--- Material for this exercise ---

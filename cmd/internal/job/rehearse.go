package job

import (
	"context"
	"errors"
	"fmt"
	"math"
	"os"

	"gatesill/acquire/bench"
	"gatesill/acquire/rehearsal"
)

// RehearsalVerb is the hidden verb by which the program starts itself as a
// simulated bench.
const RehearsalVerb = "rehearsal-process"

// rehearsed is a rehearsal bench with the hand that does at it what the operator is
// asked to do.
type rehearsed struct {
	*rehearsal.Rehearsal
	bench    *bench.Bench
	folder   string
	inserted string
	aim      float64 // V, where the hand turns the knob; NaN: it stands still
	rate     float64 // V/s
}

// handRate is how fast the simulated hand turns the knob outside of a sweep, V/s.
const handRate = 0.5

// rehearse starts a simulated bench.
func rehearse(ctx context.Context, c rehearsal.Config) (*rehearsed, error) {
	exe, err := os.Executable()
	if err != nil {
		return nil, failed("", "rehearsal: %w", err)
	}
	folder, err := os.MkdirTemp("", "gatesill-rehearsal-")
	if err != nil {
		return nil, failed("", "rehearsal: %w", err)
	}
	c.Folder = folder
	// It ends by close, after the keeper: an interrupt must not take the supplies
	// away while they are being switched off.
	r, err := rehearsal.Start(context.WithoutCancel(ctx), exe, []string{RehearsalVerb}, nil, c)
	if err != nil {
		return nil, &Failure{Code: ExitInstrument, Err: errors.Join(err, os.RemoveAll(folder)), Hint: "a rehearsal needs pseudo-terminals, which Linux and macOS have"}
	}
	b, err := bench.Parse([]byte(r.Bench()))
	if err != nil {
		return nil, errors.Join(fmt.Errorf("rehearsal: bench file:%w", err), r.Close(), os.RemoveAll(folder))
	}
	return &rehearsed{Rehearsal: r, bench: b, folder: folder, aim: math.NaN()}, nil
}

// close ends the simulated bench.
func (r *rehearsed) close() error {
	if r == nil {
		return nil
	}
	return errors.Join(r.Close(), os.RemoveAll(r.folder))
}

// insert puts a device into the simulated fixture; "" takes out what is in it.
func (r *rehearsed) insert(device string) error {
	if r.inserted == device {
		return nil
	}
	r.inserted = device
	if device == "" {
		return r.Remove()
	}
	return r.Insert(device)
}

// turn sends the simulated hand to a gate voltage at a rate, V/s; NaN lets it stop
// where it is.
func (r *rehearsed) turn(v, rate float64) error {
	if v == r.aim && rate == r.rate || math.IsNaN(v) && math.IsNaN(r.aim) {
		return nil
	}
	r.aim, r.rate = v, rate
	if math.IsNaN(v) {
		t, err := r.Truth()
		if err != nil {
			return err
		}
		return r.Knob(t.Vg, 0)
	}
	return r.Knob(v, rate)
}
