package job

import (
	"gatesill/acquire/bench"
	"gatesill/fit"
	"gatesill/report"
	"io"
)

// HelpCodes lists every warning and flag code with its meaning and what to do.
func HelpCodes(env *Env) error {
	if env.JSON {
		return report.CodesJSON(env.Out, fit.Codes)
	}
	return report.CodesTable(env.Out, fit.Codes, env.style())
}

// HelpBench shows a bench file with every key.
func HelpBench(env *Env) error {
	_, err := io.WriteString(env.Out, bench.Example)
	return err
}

---
--- Material for this exercise ---

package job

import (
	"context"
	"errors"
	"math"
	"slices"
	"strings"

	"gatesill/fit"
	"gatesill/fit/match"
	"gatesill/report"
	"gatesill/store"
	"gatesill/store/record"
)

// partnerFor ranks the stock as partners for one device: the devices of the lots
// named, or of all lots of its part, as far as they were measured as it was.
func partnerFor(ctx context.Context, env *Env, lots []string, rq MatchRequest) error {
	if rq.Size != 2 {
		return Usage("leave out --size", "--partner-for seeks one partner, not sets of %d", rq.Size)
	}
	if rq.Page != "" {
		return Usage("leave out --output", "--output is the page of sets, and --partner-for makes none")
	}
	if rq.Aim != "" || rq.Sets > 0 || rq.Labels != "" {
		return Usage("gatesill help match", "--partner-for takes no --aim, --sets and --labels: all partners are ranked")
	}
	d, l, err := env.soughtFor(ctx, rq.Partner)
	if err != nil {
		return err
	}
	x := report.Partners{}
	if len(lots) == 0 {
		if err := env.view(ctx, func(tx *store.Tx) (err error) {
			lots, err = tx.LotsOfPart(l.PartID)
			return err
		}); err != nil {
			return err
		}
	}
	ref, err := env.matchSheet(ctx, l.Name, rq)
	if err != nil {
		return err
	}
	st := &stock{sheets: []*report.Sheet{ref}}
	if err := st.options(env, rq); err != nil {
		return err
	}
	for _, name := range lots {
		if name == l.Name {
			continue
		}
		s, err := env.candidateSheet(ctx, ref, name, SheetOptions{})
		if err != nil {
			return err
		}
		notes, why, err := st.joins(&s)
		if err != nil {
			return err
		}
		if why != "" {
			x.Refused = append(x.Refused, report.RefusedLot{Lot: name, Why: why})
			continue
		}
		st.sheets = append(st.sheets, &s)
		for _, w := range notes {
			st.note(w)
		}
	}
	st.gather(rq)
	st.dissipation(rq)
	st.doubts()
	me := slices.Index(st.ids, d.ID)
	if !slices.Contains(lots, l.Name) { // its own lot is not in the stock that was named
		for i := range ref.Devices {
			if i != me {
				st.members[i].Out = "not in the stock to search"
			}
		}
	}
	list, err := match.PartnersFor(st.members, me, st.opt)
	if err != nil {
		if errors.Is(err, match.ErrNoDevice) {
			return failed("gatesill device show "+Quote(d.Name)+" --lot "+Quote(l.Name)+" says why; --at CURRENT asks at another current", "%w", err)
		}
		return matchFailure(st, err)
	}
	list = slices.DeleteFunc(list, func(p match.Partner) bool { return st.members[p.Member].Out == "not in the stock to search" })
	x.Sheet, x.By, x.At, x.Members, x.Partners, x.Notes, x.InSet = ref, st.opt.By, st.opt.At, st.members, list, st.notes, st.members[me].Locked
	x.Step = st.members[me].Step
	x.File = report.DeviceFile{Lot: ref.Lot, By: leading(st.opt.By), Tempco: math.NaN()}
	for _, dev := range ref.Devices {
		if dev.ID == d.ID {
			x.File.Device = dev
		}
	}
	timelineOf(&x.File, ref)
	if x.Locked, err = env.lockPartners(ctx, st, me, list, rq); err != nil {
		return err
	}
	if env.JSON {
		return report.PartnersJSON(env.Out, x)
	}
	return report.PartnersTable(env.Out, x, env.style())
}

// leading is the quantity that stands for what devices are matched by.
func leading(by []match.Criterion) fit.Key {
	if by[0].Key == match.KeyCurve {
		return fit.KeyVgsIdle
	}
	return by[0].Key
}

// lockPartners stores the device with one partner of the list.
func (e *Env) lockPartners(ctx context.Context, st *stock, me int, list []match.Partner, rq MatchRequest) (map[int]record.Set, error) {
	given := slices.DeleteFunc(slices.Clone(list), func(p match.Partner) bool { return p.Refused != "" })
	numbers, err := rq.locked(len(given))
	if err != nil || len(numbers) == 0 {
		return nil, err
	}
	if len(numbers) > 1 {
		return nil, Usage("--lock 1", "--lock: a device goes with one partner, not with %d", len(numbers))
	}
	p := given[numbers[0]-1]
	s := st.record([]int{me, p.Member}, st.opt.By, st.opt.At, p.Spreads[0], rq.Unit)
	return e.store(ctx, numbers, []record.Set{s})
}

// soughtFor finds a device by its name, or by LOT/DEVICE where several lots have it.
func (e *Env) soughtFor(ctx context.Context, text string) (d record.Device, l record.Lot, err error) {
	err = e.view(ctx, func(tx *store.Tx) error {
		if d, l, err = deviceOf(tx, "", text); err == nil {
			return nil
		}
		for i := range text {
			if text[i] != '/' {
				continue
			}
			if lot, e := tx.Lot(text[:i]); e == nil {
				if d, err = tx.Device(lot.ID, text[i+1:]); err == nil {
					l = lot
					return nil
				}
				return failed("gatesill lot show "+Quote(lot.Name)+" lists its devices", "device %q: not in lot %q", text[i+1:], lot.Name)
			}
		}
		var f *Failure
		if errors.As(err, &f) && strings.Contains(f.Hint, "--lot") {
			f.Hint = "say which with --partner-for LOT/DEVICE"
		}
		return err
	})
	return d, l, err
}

---
--- Material for this exercise ---

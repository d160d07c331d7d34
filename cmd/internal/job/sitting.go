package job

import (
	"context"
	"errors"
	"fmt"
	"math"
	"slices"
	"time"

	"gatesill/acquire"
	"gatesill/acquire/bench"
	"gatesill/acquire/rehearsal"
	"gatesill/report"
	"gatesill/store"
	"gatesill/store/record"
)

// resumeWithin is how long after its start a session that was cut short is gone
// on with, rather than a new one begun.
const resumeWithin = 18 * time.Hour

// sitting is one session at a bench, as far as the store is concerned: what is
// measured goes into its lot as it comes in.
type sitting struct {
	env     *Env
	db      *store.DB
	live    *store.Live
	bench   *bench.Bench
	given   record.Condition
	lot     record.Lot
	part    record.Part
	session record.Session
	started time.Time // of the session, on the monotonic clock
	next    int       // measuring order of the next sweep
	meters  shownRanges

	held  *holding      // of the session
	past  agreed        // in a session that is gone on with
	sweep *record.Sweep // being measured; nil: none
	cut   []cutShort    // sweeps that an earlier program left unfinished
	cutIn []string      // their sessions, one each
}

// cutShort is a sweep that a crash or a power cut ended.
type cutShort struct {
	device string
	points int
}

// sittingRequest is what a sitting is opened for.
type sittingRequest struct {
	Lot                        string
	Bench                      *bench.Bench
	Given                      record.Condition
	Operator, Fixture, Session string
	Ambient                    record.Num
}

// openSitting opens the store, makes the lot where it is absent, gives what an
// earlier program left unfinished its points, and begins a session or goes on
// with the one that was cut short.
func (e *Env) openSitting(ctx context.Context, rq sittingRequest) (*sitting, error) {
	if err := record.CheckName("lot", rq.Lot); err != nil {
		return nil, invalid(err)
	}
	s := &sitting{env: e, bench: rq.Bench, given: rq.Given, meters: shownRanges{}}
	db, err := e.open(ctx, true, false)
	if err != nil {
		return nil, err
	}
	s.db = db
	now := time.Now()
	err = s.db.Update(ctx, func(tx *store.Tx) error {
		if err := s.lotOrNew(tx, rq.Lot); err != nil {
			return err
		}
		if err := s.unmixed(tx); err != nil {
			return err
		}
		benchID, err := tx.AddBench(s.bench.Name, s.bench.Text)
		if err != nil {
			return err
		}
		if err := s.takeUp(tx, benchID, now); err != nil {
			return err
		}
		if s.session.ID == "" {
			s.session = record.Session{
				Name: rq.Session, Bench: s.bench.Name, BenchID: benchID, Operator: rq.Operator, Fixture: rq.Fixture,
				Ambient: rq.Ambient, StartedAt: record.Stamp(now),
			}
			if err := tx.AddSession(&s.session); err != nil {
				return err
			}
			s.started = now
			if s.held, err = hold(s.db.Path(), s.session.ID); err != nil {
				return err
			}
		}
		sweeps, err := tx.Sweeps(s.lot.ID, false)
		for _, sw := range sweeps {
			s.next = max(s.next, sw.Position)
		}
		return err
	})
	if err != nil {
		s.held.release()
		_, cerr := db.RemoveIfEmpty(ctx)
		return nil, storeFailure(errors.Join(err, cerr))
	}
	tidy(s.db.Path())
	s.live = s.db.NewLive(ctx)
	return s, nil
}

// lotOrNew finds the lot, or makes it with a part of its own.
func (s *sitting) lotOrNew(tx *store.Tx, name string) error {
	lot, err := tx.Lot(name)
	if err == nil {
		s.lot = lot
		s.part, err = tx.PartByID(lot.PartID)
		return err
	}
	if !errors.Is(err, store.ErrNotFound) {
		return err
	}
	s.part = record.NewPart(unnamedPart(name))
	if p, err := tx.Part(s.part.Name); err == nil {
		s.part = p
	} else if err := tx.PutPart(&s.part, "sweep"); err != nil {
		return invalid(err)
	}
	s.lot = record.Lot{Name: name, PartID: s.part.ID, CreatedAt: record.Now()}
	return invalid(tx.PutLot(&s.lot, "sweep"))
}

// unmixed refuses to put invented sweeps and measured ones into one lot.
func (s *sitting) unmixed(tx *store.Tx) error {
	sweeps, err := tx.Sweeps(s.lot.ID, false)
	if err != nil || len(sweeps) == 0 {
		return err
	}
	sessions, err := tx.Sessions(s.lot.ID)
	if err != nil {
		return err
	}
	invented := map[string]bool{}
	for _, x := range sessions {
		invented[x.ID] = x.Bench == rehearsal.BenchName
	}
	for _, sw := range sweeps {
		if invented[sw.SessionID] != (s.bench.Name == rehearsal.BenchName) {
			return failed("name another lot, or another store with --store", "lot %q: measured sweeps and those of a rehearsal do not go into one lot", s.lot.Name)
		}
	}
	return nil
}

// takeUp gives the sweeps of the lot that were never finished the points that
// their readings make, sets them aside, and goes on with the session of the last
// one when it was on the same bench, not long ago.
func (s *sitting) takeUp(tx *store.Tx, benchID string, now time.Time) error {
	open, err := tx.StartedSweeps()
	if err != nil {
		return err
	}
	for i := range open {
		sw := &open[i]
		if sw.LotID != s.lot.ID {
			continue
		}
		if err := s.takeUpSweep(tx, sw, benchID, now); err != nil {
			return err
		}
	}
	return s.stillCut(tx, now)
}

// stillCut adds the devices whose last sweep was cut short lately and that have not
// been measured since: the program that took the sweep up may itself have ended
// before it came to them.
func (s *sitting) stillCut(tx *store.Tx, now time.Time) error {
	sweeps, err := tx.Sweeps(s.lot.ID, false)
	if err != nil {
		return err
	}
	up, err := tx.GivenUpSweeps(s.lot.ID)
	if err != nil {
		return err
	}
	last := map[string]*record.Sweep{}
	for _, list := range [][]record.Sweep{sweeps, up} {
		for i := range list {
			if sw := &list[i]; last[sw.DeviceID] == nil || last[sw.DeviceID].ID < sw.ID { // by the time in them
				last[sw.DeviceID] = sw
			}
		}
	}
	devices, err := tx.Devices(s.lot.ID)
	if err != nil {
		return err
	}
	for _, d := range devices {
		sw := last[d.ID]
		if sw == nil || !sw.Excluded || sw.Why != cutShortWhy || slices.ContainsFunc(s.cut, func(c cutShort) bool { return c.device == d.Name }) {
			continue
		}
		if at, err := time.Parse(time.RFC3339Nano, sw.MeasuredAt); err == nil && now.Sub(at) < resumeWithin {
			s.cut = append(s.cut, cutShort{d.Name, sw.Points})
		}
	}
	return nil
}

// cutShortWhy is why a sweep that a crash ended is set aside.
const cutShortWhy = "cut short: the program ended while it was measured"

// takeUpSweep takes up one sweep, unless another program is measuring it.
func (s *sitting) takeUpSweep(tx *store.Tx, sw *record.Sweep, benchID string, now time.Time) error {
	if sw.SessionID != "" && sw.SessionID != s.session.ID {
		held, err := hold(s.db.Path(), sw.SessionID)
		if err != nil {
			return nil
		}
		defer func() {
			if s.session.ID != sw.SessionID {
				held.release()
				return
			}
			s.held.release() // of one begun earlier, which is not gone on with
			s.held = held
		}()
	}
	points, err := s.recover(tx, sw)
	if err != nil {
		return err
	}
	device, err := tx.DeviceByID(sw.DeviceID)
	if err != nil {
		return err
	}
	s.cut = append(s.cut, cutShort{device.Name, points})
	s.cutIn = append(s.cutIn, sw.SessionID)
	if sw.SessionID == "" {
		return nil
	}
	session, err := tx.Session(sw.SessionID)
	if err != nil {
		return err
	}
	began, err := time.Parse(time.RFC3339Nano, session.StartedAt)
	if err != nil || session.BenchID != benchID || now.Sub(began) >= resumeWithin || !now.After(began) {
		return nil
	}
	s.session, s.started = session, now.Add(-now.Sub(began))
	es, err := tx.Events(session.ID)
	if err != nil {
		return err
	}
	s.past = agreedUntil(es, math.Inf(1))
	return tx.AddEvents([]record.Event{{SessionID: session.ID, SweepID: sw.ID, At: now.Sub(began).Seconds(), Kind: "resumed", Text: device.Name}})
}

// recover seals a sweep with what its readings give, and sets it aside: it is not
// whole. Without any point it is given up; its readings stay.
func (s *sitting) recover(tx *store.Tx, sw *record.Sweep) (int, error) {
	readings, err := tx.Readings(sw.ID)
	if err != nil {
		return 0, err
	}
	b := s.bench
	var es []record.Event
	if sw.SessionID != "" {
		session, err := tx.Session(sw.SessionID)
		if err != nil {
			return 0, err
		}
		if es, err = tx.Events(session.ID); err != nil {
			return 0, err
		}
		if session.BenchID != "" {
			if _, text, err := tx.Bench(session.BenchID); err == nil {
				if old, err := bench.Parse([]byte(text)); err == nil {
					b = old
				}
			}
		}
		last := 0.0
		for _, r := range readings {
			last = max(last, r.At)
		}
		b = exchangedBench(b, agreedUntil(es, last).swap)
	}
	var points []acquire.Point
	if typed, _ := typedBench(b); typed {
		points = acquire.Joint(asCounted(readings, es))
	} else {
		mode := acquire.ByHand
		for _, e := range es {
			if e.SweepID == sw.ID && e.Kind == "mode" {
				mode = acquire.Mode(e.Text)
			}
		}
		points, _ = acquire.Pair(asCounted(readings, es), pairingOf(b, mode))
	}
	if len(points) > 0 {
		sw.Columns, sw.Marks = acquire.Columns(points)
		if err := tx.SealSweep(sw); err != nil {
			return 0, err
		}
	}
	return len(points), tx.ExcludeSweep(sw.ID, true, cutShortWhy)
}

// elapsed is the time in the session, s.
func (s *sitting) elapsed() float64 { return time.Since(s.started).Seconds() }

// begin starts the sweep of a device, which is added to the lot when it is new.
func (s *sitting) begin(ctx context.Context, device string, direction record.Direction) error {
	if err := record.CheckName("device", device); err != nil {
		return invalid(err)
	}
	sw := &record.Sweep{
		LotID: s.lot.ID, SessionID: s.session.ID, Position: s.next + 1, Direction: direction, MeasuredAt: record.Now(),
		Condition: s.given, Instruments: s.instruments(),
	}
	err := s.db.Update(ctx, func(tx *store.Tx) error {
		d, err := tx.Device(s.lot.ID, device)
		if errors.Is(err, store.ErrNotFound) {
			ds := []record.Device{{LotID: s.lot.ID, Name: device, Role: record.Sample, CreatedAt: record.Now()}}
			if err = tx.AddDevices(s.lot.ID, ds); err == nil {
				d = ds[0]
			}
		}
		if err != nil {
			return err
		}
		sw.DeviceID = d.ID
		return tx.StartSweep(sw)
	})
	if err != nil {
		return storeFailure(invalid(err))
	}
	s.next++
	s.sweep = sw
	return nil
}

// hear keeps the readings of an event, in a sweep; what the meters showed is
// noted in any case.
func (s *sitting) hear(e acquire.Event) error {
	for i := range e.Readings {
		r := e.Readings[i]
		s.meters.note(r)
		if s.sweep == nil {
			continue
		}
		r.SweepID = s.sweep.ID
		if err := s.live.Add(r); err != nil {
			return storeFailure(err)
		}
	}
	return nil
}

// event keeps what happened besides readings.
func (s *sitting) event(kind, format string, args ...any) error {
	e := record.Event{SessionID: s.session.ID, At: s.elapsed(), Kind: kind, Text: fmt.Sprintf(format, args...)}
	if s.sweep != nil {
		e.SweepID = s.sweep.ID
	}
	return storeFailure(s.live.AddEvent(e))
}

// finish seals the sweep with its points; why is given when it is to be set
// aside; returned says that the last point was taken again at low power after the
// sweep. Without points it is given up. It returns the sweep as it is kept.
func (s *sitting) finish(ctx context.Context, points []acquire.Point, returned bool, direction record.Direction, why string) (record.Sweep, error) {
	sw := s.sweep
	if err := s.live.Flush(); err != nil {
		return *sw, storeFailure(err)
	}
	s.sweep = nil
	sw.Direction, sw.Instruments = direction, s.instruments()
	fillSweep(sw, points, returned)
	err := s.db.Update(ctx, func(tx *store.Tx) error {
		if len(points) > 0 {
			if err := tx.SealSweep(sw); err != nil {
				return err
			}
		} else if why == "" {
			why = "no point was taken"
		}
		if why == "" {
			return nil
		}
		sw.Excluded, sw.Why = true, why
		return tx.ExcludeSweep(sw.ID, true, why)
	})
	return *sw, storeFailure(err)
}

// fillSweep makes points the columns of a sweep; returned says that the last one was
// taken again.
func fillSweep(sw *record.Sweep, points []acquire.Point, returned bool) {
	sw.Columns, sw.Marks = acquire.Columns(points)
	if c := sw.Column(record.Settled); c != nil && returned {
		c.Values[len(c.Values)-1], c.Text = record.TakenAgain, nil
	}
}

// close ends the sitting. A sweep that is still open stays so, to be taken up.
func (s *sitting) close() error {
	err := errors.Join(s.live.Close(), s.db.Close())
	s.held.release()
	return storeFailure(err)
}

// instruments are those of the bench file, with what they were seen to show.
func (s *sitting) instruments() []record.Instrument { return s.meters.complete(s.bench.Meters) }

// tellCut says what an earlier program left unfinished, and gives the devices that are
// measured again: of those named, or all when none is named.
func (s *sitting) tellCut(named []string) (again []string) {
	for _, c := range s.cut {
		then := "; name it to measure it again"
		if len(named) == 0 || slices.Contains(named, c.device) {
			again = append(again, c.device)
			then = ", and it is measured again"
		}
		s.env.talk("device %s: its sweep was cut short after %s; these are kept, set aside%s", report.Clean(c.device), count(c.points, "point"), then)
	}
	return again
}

---

#### Instructions to follow:
Above are the entries. Copy exactly the part that opens with the line containing "err = s.db.Update(ctx, func(tx" and closes with the line containing "s.started = now", and no more.

#### Answer box:
	err = s.db.Update(ctx, func(tx *store.Tx) error {
		if err := s.lotOrNew(tx, rq.Lot); err != nil {
			return err
		}
		if err := s.unmixed(tx); err != nil {
			return err
		}
		benchID, err := tx.AddBench(s.bench.Name, s.bench.Text)
		if err != nil {
			return err
		}
		if err := s.takeUp(tx, benchID, now); err != nil {
			return err
		}
		if s.session.ID == "" {
			s.session = record.Session{
				Name: rq.Session, Bench: s.bench.Name, BenchID: benchID, Operator: rq.Operator, Fixture: rq.Fixture,
				Ambient: rq.Ambient, StartedAt: record.Stamp(now),
			}
			if err := tx.AddSession(&s.session); err != nil {
				return err
			}
			s.started = now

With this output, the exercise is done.